Why leukemic stem cells not harmed by chemotherapy begin to grow and produce AML cells after treatment

The mystery of why myeloid leukemia starts to grow again after chemotherapy has killed the bulk of malignant cells, and how growth may be blocked by repurposed drugs, has potentially been solved through new research.

The bone marrow of AML patients contains a rare population of leukemic stem cells (LSCs) that do not grow and therefore are not killed by chemotherapy. However, after treatment, these cells start to grow and produce AML cells, but it was unclear what kick-started this process.

In a new study published in Nature Communications, researchers from the University of Birmingham, Newcastle University and the Princess Maxima Center of Pediatric oncology studied single cells from patients with t(8;21) acute myeloid leukemia, a specific type of blood cancer, to investigate what made the rare LSCs grow.

Professor Constanze Bonifer from the Institute of Cancer and Genomic Sciences at the University of Birmingham who led the study said, "Leukemic stem cells normally seem asleep which is why they are not killed by chemotherapy, but we reasoned that something must trigger them to start growing in order for the leukemia to come back.

"These cells are very rare and difficult to study but by examining gene expression in single LSCs we found genes being expressed that encode for growth regulators normally not present in myeloid cells. Both cell types are found in the bone marrow alongside the AML cells, but healthy stem cells do not respond to their signals. By aberrantly upregulating these growth regulators, leukemic stem cells now can respond to growth factors that are present in the body and tell them to grow."

Blocking unwanted stem cell growth

The growth regulators, identified in this study were KDR, the receptor for VEGF signaling which is normally only expressed in blood vessels and the IL-5 receptor which is normally only expressed on eosinophils. Moreover, VEGFA, the growth factor binding to KDR, was also expressed by the leukemia meaning it could trigger its own growth.

Following identification of these receptors, the researchers confirmed that by activating them in the laboratory they were able to trigger stem cell growth. Importantly, they also showed that growth could be blocked in a dish and in mice by repurposing drugs against VEGF (Avastin, approved for various solid tumors including colorectal cancer) and IL-5 signaling (Fasenra, approved for eosinophilic asthma).

Professor Olaf Heidenreich from Newcastle University and the Princess Maxima Center of Pediatric Oncology says, "An exciting result from these studies is the fact that the expression of these receptors is specific to this particular type of leukemia. They are expressed as a result of the presence of a specific disease-causing mutation giving rise to the onco-fusion protein RUNX1::ETO which reprograms the gene regulatory network that defines how a cell responds to outside growth signals.

"This work highlights the power of single cell analysis for digging deep into what regulates the growth of AML cells. It also highlights the fact that AML sub-types may have to be treated as separate entities."

The first author of the study, Dr. Sophie Kellaway who is now continuing this research at the University of Nottingham says,

"We were very excited to find not one but two new, and potentially druggable targets to prevent relapse in these patients. Being told your cancer has come back is devastating news and we want to prevent this happening. Unfortunately, as these receptors were so specific this would only work for t(8;21) acute myeloid leukemia and is not a magic bullet.

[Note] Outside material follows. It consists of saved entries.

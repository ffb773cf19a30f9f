/**
 * CSV rows read in slices: slices without a quote mark are split directly,
 * slices with one go through papaparse (RFC 4180: quoted fields, doubled
 * quotes, line breaks inside quotes). Either way the cells are the same, and
 * row numbers run on across slices.
 */
import Papa from 'papaparse';
import type { Cell } from '../format/values.js';
import { openCsv } from './csv-source.js';

async function rowsOf(text: string) {
  const opened = openCsv(Buffer.from(text, 'utf8'));
  if ('refusal' in opened) throw new Error(opened.refusal.message);
  const rows: { row: number; cells: Cell[] }[] = [];
  for await (const batch of opened.source.batches()) rows.push(...batch);
  return rows;
}

/** The same text through papaparse in one go: the reference for every slice. */
function papaRows(text: string, newline: string, delimiter: string) {
  const body = text.endsWith(newline) ? text.slice(0, -newline.length) : text;
  return Papa.parse<string[]>(body, {
    delimiter,
    newline: newline as '\r\n',
    header: false,
  }).data.map((cells, i) => ({ row: i + 1, cells: cells.map((c) => (c === '' ? null : c)) }));
}

function file(rows: number, newline: string, delimiter: string, quotedAt: Set<number>) {
  const lines = ['record_ref,birth_year,sex,note'.replaceAll(',', delimiter)];
  for (let i = 1; i <= rows; i++) {
    const note = quotedAt.has(i)
      ? `"said ""hello""${delimiter} then${newline}a second line"`
      : i % 7 === 0
        ? ''
        : `plain note ${i}`;
    lines.push([`R${i}`, String(1930 + (i % 70)), i % 2 ? 'F' : 'M', note].join(delimiter));
  }
  return lines.join(newline) + newline;
}

describe('CSV rows', () => {
  it.each([
    ['comma, LF, no quotes anywhere', '\n', ',', new Set<number>()],
    ['comma, CRLF, quotes in one slice', '\r\n', ',', new Set([300, 301])],
    ['semicolon, LF, quotes in the first and last slices', '\n', ';', new Set([3, 999])],
    ['tab, CRLF, quotes here and there', '\r\n', '\t', new Set([10, 260, 777])],
  ])(
    '%s: the same cells as papaparse reading the whole file',
    async (_label, nl, delim, quoted) => {
      const text = file(1000, nl, delim, quoted);
      const rows = await rowsOf(text);
      expect(rows).toHaveLength(1001);
      expect(rows).toEqual(papaRows(text, nl, delim));
      if (quoted.size > 0) {
        const first = [...quoted][0]!;
        expect(rows[first]!.cells[3]).toBe(`said "hello"${delim} then${nl}a second line`);
      }
      expect(rows[7]!.cells).toEqual(['R7', String(1930 + 7), 'F', null]);
    },
  );
});
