/**
 * Operator commands for a new deployment (cli.js add-region / add-user):
 * the first region and its first regional lead, before anyone can sign in.
 * Each runs in one transaction and writes an audit event (actor "operator").
 * Regions and practices are the organisations module's (add-region lives there).
 */
import type { Sequelize } from 'sequelize';
import { appendCommandLineEvent } from '../audit-trail/command-line.js';
import {
  addRegion,
  OperatorError,
  practiceIdsByCode,
  regionIdByCode,
} from '../organisations/command-line.js';
import { insertUser, userIdByEmail } from './command-line.js';
import { ROLES, type Role } from './roles.js';

export { addRegion, OperatorError };

const email = /^[^\s@]+@[^\s@]+\.[^\s@]+$/;

export interface AddUserInput {
  region: string;
  email: string;
  name: string;
  role: string;
  practices: string[];
}

export async function addUser(sequelize: Sequelize, input: AddUserInput): Promise<number> {
  const address = input.email.trim().toLowerCase();
  if (!email.test(address))
    throw new OperatorError(`--email must be an e-mail address (got "${input.email}")`);
  if (!input.name.trim()) throw new OperatorError('--name must not be empty');
  if (!(ROLES as readonly string[]).includes(input.role)) {
    throw new OperatorError(`--role must be one of ${ROLES.join(', ')} (got "${input.role}")`);
  }
  const role = input.role as Role;
  if (role === 'practice_lead' && input.practices.length === 0) {
    throw new OperatorError('a practice lead needs --practices CODE[,CODE…]');
  }
  if (role !== 'practice_lead' && input.practices.length > 0) {
    throw new OperatorError('--practices applies to practice leads only');
  }
  return sequelize.transaction(async (transaction) => {
    const regionId = await regionIdByCode(sequelize, input.region, transaction);
    if (regionId === null)
      throw new OperatorError(
        `no region with code ${input.region}: create it first with add-region`,
      );
    if ((await userIdByEmail(sequelize, address, transaction)) !== null)
      throw new OperatorError(
        `${address} is already a Cairn user; change them on the Users screen`,
      );
    const found = await practiceIdsByCode(sequelize, regionId, input.practices, transaction);
    const missing = input.practices.find((code) => !found.has(code));
    if (missing !== undefined)
      throw new OperatorError(`no practice ${missing} in region ${input.region}`);
    const userId = await insertUser(
      sequelize,
      {
        regionId,
        email: address,
        displayName: input.name.trim(),
        role,
        practiceIds: input.practices.map((code) => found.get(code)!),
      },
      transaction,
    );
    await appendCommandLineEvent(
      sequelize,
      {
        action: 'user.created',
        summary: `${input.name.trim()} <${address}> added as ${role} from the command line`,
        actorLabel: 'operator',
        regionId,
        subjectType: 'user',
        subjectId: userId,
      },
      transaction,
    );
    return userId;
  });
}

/** Parses `--flag value` pairs. */
export function flags(args: string[]): Record<string, string> {
  const out: Record<string, string> = {};
  for (let i = 0; i < args.length; i++) {
    const arg = args[i]!;
    if (arg.startsWith('--')) {
      const value = args[i + 1];
      if (value === undefined || value.startsWith('--'))
        throw new OperatorError(`${arg} needs a value`);
      out[arg.slice(2)] = value;
      i++;
    }
  }
  return out;
}
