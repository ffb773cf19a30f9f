/** Cairn's three roles (see product.md) and the states of a user. */
export const ROLES = ['regional_lead', 'practice_lead', 'auditor'] as const;
export type Role = (typeof ROLES)[number];

export const USER_STATUSES = ['active', 'deactivated'] as const;
export type UserStatus = (typeof USER_STATUSES)[number];
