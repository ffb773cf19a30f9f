/**
 * The scan of a large worksheet (xlsx-prescan.ts, scanSheet) on a thread of its own, while
 * exceljs starts reading the same sheet on the API's thread (xlsx-source.ts). Expanding and
 * searching a hundred megabytes of sheet XML is work the reading thread would otherwise do
 * before its first row; here it costs that thread one copy of the compressed part.
 *
 * Threads are kept for the next workbook (a few at most, each ended after a while unused) and
 * never keep the process alive. A sheet whose part is small is scanned on the calling thread:
 * a thread's first start costs more than such a scan. Should a thread fail to start or stop
 * for any reason but the workbook, the sheet is scanned on the calling thread instead.
 */
import type { Refusal } from '../format/issue-codes.js';
import { ThreadPool } from './threads.js';
import { PrescanRefusal, scanSheet, type SheetFacts } from './xlsx-prescan.js';
import type { InflateBudget, ZipEntry } from './zip.js';

/** Sheets whose compressed part is smaller than this (about 7,000 extract rows) stay inline. */
export const OFF_THREAD_BYTES = 1 << 20;

/** What the API's thread sends: the sheet's compressed bytes alone, and its budget. */
export interface ScanRequest {
  data: Uint8Array;
  name: string;
  method: number;
  remaining: number;
  capBytes: number;
}

export type ScanReply = { facts: SheetFacts } | { refusal: Refusal } | { error: string };

const pool = new ThreadPool(import.meta.url, 'sheet-scan-worker');
/** Scans done on a thread, for the tests */
export const scanThreadStats = { scans: 0, fallbacks: 0 };

/** Not the workbook's fault: the thread could not do the work. */
export class ThreadFailure extends Error {}

function onThread(request: ScanRequest): Promise<SheetFacts> {
  const worker = pool.take();
  return new Promise<SheetFacts>((resolve, reject) => {
    const done = () => {
      worker.off('message', onMessage);
      worker.off('error', onError);
      worker.off('exit', onExit);
    };
    const onMessage = (reply: ScanReply) => {
      done();
      pool.park(worker);
      if ('facts' in reply) resolve(reply.facts);
      else if ('refusal' in reply) reject(new PrescanRefusal(reply.refusal));
      else reject(new ThreadFailure(reply.error));
    };
    const onError = (error: Error) => {
      done();
      void worker.terminate();
      reject(new ThreadFailure(error.message));
    };
    const onExit = (code: number) => {
      done();
      reject(new ThreadFailure(`the sheet scan thread stopped with code ${code}`));
    };
    worker.on('message', onMessage);
    worker.once('error', onError);
    worker.once('exit', onExit);
    worker.postMessage(request, [request.data.buffer as ArrayBuffer]);
  });
}

/**
 * The chosen sheet's facts: scanned on a thread when its part is large, else here. Rejects with
 * PrescanRefusal exactly as scanSheet does.
 */
export async function scanSheetFacts(
  buf: Buffer,
  sheet: ZipEntry,
  budget: InflateBudget,
  capBytes: number,
  offThreadBytes = OFF_THREAD_BYTES,
): Promise<SheetFacts> {
  if (sheet.compressedSize < offThreadBytes || sheet.encrypted || sheet.method !== 8)
    return scanSheet(buf, sheet, budget, capBytes);
  // A copy of the compressed part alone, handed over to the thread.
  const data = new Uint8Array(sheet.compressedSize);
  data.set(buf.subarray(sheet.dataStart, sheet.dataStart + sheet.compressedSize));
  try {
    const facts = await onThread({
      data,
      name: sheet.name,
      method: sheet.method,
      remaining: budget.remaining,
      capBytes,
    });
    scanThreadStats.scans++;
    return facts;
  } catch (error) {
    if (!(error instanceof ThreadFailure)) throw error;
    scanThreadStats.fallbacks++;
    return scanSheet(buf, sheet, budget, capBytes);
  }
}
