async function readRows(
  source: RowSource,
  outcome: ExtractOutcome,
  context: ValidationContext,
  submissionId: number,
  limits: ExtractLimits,
  sinks: ExtractSinks,
): Promise<ExtractOutcome> {
  const refuse = (r: Refusal) => {
    outcome.refusal = r;
    return outcome;
  };
  outcome.sheetName = source.notes.sheetName;
  outcome.delimiter = source.notes.delimiter;
  outcome.encoding = source.notes.encoding;

  if (source.valuedRows === 0) {
    return refuse(
      refusal(
        'empty_file',
        source.kind === 'xlsx'
          ? `The sheet “${source.notes.sheetName}” has no values in it.`
          : 'The file has no rows with values in it.',
        source.kind === 'xlsx'
          ? 'Put the extract on a sheet named “data” (or the first sheet), or check that you chose the right file.'
          : 'Check that you chose the right file; export the extract again if needed.',
      ),
    );
  }
  if (source.valuedRows - 1 > limits.maxRows)
    return refuse(tooManyRows(source.valuedRows - 1, limits.maxRows));

  // ── sinks, buffered ──
  let issueBuffer: Issue[] = [];
  const counts = outcome.counts;
  const addIssue = async (issue: Issue) => {
    issueBuffer.push(issue);
    outcome.issueCounts[issue.code] = (outcome.issueCounts[issue.code] ?? 0) + 1;
    if (issue.severity === 'error') counts.errors++;
    else if (issue.severity === 'warning') counts.warnings++;
    else counts.flags++;
    if (issueBuffer.length >= ISSUE_BATCH) await flushIssues();
  };
  const flushIssues = async () => {
    if (issueBuffer.length === 0) return;
    const batch = issueBuffer;
    issueBuffer = [];
    await sinks.issues(batch);
  };
  let recordBuffer: RecordRow[] = [];
  const flushRecords = async () => {
    if (recordBuffer.length === 0) return;
    const batch = recordBuffer;
    recordBuffer = [];
    await sinks.records(batch);
  };
  let rejectedBuffer: RejectedRow[] = [];
  const flushRejected = async () => {
    if (rejectedBuffer.length === 0) return;
    const batch = rejectedBuffer;
    rejectedBuffer = [];
    await sinks.rejectedRows(batch);
  };

  // ── rows ──
  const state = { mapping: null as HeaderMapping | null, validator: null as RowValidator | null };
  const beforeHeader: { row: number; cells: Cell[] }[] = [];
  let headerWidth = 0;
  let dataRows = 0;
  let lastRow = 0;
  let pendingBlank: number[] = [];
  const blankRows: number[] = [];
  let extraCellRows = 0;
  let firstExtraColumn = '';
  const rowsTotal = Math.max(0, source.valuedRows - 1);
  let lastProgress = 0;

  const startData = async (
    headerRowNumber: number,
    headerCells: Cell[],
  ): Promise<Refusal | null> => {
    outcome.headerRow = headerRowNumber;
    outcome.header = headerCells.map((c) => cellText(c).trim());
    const mapped = mapHeader(outcome.header);
    if ('problem' in mapped) return headerRefusal(mapped.problem);
    state.mapping = mapped.mapping;
    headerWidth = outcome.header.length;
    outcome.columnsFound = state.mapping.columns.map((m) => m.def.key);
    outcome.columnsIgnored = state.mapping.warnings
      .filter((w) => w.code === 'unknown_column')
      .map((w) => w.heading);
    outcome.refColumnIndex = state.mapping.byKey.get('record_ref')?.index ?? null;
    state.validator = new RowValidator(
      state.mapping,
      // A workbook in the 1904 date system (older Mac Excel) counts its date serials from 1904.
      source.date1904 ? { ...context, date1904: true } : context,
      submissionId,
    );
    for (const w of state.mapping.warnings) {
      await addIssue(
        w.code === 'unknown_column'
          ? makeIssue(
              'unknown_column',
              null,
              w.heading,
              null,
              `The column “${w.heading}” (column ${w.column}) is not part of Cairn’s extract format; Cairn ignored it.`,
              'Nothing to fix if the column is not needed; check the spelling if it should be one of Cairn’s columns.',
            )
          : makeIssue(
              'unnamed_column',
              null,
              w.column,
              null,
              `Column ${w.column} has no heading; Cairn ignored it.`,
              'Give the column one of Cairn’s headings if it holds data Cairn needs; otherwise delete it.',
            ),
      );
    }
    const aboveHeader = beforeHeader.filter(
      (r) => r.row < headerRowNumber && r.cells.some((c) => !isBlank(c)),
    );
    if (aboveHeader.length > 0) {
      await addIssue(
        makeIssue(
          'rows_above_header',
          null,
          null,
          null,
          `Cairn found the headings on row ${headerRowNumber} and ignored the ${aboveHeader.length === 1 ? 'row' : `${aboveHeader.length} rows`} above them (row${aboveHeader.length === 1 ? '' : 's'} ${listRows(aboveHeader.map((r) => r.row))}).`,
          'Nothing to fix if those rows are titles or notes; if they hold people, move the headings to the top.',
        ),
      );
    }
    await fileNotes(headerRowNumber);
    return null;
  };

  const fileNotes = async (headerRowNumber: number) => {
    const notes = source.notes;
    for (const m of notes.merges) {
      if (m.bottom < headerRowNumber) continue;
      if (m.top <= headerRowNumber) {
        await addIssue(
          makeIssue(
            'merged_cells',
            headerRowNumber,
            null,
            m.ref,
            `Heading cells ${m.ref} are merged, so only the first of those columns has a heading.`,
            'Unmerge the heading cells and give every column its own heading.',
          ),
        );
      } else {
        await addIssue(
          makeIssue(
            'merged_cells',
            m.top,
            columnLetter(m.left - 1),
            m.ref,
            `Cells ${m.ref} are merged; Cairn used the value shown in them for every cell of the range${m.bottom > m.top ? ` (rows ${m.top} to ${m.bottom})` : ''}.`,
            'Unmerge the cells and fill in each row, to be sure every person has the right value.',
          ),
        );
      }
    }
    const hiddenData = notes.hiddenRows.filter((r) => r > headerRowNumber);
    if (hiddenData.length > 0) {
      await addIssue(
        makeIssue(
          'hidden_rows',
          null,
          null,
          null,
          `${hiddenData.length === 1 ? 'Row' : 'Rows'} ${listRows(hiddenData)} ${hiddenData.length === 1 ? 'is' : 'are'} hidden in the spreadsheet; Cairn read ${hiddenData.length === 1 ? 'it' : 'them'} like any other row.`,
          'Unhide the rows to check them, and delete any you did not mean to send.',
        ),
      );
    }
    if (notes.hiddenColumns.length > 0) {
      const letters = notes.hiddenColumns.map((c) => columnLetter(c - 1));
      await addIssue(
        makeIssue(
          'hidden_columns',
          null,
          null,
          null,
          `${letters.length === 1 ? 'Column' : 'Columns'} ${joinList(letters.slice(0, 12))}${letters.length > 12 ? ` and ${letters.length - 12} more` : ''} ${letters.length === 1 ? 'is' : 'are'} hidden in the spreadsheet; Cairn read ${letters.length === 1 ? 'it' : 'them'} like the others.`,
          'Unhide the columns to check what they hold.',
        ),
      );
    }
    const others = notes.otherSheets.filter((s) => !TEMPLATE_SHEETS.has(s.trim().toLowerCase()));
    if (others.length > 0) {
      const named = (notes.sheetName ?? '').trim().toLowerCase() === 'data';
      await addIssue(
        makeIssue(
          'other_sheets',
          null,
          null,
          null,
          named
            ? `The workbook has other sheets (${joinList(others.map((s) => `“${s}”`))}); Cairn read only the sheet “${notes.sheetName}”.`
            : `The workbook has no sheet named “data”, so Cairn read the first sheet, “${notes.sheetName}”, and not ${joinList(others.map((s) => `“${s}”`))}.`,
          named
            ? 'Nothing to fix if the extract is on the sheet “data”.'
            : 'Name the sheet that holds the extract “data” so that Cairn reads the right one.',
        ),
      );
    }
  };

  try {
    for await (const batch of source.batches()) {
      for (const { row, cells } of batch) {
        if (state.mapping === null) {
          if (cells.every((c) => isBlank(c))) continue;
          beforeHeader.push({ row, cells });
          const texts = cells.map((c) => (typeof c === 'string' ? c : ''));
          if (knownHeadingCount(texts) >= 3) {
            const problem = await startData(row, cells);
            if (problem) return refuse(problem);
            lastRow = row;
            continue;
          }
          if (beforeHeader.length >= HEADER_SEARCH_ROWS) return refuse(noHeader());
          continue;
        }
        // Rows the file skips entirely (an XLSX leaves out empty rows) are blank rows too.
        for (let r = lastRow + 1; r < row; r++) pendingBlank.push(r);
        lastRow = row;
        let blank = true;
        for (let c = 0; c < cells.length; c++) {
          if (!isBlank(cells[c]!)) {
            blank = false;
            break;
          }
        }
        if (blank) {
          pendingBlank.push(row);
          continue;
        }
        if (pendingBlank.length > 0) {
          for (const r of pendingBlank) blankRows.push(r);
          pendingBlank = [];
        }
        dataRows++;
        counts.rowsRead++;
        if (dataRows > limits.maxRows) return refuse(tooManyRows(null, limits.maxRows));
        for (let c = headerWidth; c < cells.length; c++) {
          if (!isBlank(cells[c]!)) {
            if (extraCellRows === 0) firstExtraColumn = columnLetter(c);
            extraCellRows++;
            break;
          }
        }
        const result = state.validator!.validate(row, cells);
        if (result.kind === 'refused') return refuse(result.refusal);
        if (result.kind === 'accepted') {
          counts.rowsAccepted++;
          recordBuffer.push(result.record);
          if (recordBuffer.length >= RECORD_BATCH) await flushRecords();
          if (result.issues) for (const issue of result.issues) await addIssue(issue);
        } else {
          counts.rowsRejected++;
          for (const issue of result.issues) await addIssue(issue);
          rejectedBuffer.push({ row, cells: cells.map((c) => cellText(c)) });
          if (rejectedBuffer.length >= REJECTED_BATCH) await flushRejected();
        }
        if (counts.rowsRead === 200) {
          const national = state.validator!.nationalNumberRefusal(false);
          if (national) return refuse(national);
        }
      }
      if (counts.rowsRead - lastProgress >= 1000 || counts.rowsRead < 1000) {
        lastProgress = counts.rowsRead;
        await sinks.progress(counts.rowsRead, rowsTotal);
        await sinks.checkpoint?.();
      }
    }
  } catch (error) {
    if (error instanceof SheetNotReadError)
      return refuse(unreadable(`the sheet “${error.sheetName}” could not be read`));
    if (error instanceof ZipError) return refuse(unreadable(error.message));
    if (isExceljsParseError(error)) return refuse(unreadable('its sheet XML is not well formed'));
    throw error;
  }

  if (state.mapping === null) return refuse(noHeader());
  if (dataRows === 0) {
    return refuse(
      refusal(
        'header_only',
        `The file has the headings (row ${outcome.headerRow}) but no rows of data below them.`,
        'Check that you chose the right file; export the extract again with the people included.',
      ),
    );
  }
  const national = state.validator!.nationalNumberRefusal(true);
  if (national) return refuse(national);

  // ── file-level notes that need the whole file ──
  for (const [first, later] of state.validator!.repeatedRefs) {
    const issue = makeIssue(
      'duplicate_record_ref_kept',
      first,
      state.mapping.byKey.get('record_ref')?.heading ?? 'record_ref',
      null,
      `The record_ref of this row appears again on row${later.length === 1 ? '' : 's'} ${listRows(later)}, which Cairn refused; this row was kept.`,
      'Check which row is right for this person; keep only that one next time.',
    );
    issue.key = 'record_ref';
    await addIssue(issue);
  }
  counts.rowsBlank = blankRows.length;
  if (blankRows.length > 0) {
    await addIssue(
      makeIssue(
        'blank_rows',
        null,
        null,
        null,
        `${blankRows.length === 1 ? 'One blank row was' : `${blankRows.length} blank rows were`} skipped (row${blankRows.length === 1 ? '' : 's'} ${listRows(blankRows)}).`,
        'Nothing to fix; delete blank rows if you want the row numbers to match.',
      ),
    );
  }
  if (extraCellRows > 0) {
    await addIssue(
      makeIssue(
        'extra_cells',
        null,
        firstExtraColumn,
        null,
        `${extraCellRows === 1 ? 'One row has' : `${extraCellRows} rows have`} values to the right of the last heading (from column ${firstExtraColumn}); Cairn ignored them.`,
        'Give those columns a heading if they belong to the extract, or delete them.',
      ),
    );
  }
  if (source.formulaCells > 0) {
    await addIssue(
      makeIssue(
        'formulas_used',
        null,
        null,
        null,
        `${source.formulaCells === 1 ? 'One cell holds a formula' : `${source.formulaCells} cells hold formulas`}; Cairn used the result${source.formulaCells === 1 ? '' : 's'} saved in the file.`,
        'Nothing to fix if the results are right; to be sure, paste the values in place of the formulas before uploading.',
      ),
    );
  }
  await flushRecords();
  await flushRejected();
  await flushIssues();
  await sinks.progress(counts.rowsRead, counts.rowsRead);

  if (counts.rowsAccepted === 0) {
    return refuse(
      refusal(
        'no_valid_rows',
        `None of the ${counts.rowsRead} rows could be accepted: every row has at least one error (listed in the report).`,
        'Fix the errors listed in the report (the first rows usually show what is wrong with all of them) and upload the file again.',
      ),
    );
  }
  return outcome;
}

"However, inspection of other single cell data from different leukemia sub-types shows that other growth regulatory pathways are upregulated in their stem cell population as well. We are now hoping to find those that can be hit in other types of AML."

Dr. Suzanne Rix, from Blood Cancer UK, said, "Blood cancer is the UK's third biggest cancer killer and acute myeloid leukemia is a particularly aggressive form of blood cancer that can come back even after initial treatments have been successful.

"This research uncovers why one specific type of acute myeloid leukemia can return, and could lead to the development of new treatments with the potential to stop the cancer coming back, giving new hope to people affected by this specific form of leukemia. However, further work is needed to see whether a similar approach could be taken for other forms of acute myeloid leukemia and more broadly much more research is desperately needed to develop effective, kinder treatments for all blood cancers."